----- ENTRIES SHOWN

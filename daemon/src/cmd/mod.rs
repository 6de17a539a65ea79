//! `stiltd`'s subcommands, one module each: its clap `Args` struct and its `run`.
//!
//! To add a subcommand: a module here with `pub struct XArgs` (derive `clap::Args`) and
//! `pub fn run(&XArgs) -> ExitCode`, and one variant in `Command` below.
//! Exit codes: 0 success, 1 runtime failure, 2 bad usage or bad configuration.

use std::process::ExitCode;

use stilt_config::ConfigErrors;

pub mod check;
pub mod demo;
pub mod export;

/// Every `stiltd` subcommand.
#[derive(clap::Subcommand, Debug)]
pub enum Command {
    /// Validate a configuration file and print a summary of the stage it describes.
    Check(check::CheckArgs),
    /// Run the full pipeline on the built-in simulated stage (no hardware needed).
    Demo(demo::DemoArgs),
    /// Write recorded segments out as CSV.
    Export(export::ExportArgs),
}

impl Command {
    /// Runs the subcommand.
    pub fn run(&self) -> ExitCode {
        match self {
            Command::Check(a) => check::run(a),
            Command::Demo(a) => demo::run(a),
            Command::Export(a) => export::run(a),
        }
    }
}

/// Prints configuration errors and returns exit code 2.
pub fn config_errors(e: &ConfigErrors) -> ExitCode {
    eprint!("{e}");
    ExitCode::from(2)
}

----------

§ **ASSIGNMENT**: Copy out every line of the data where the word "check" occurs.

§ **RESULT OF THE TASK**:
pub mod check;
    Check(check::CheckArgs),
            Command::Check(a) => check::run(a),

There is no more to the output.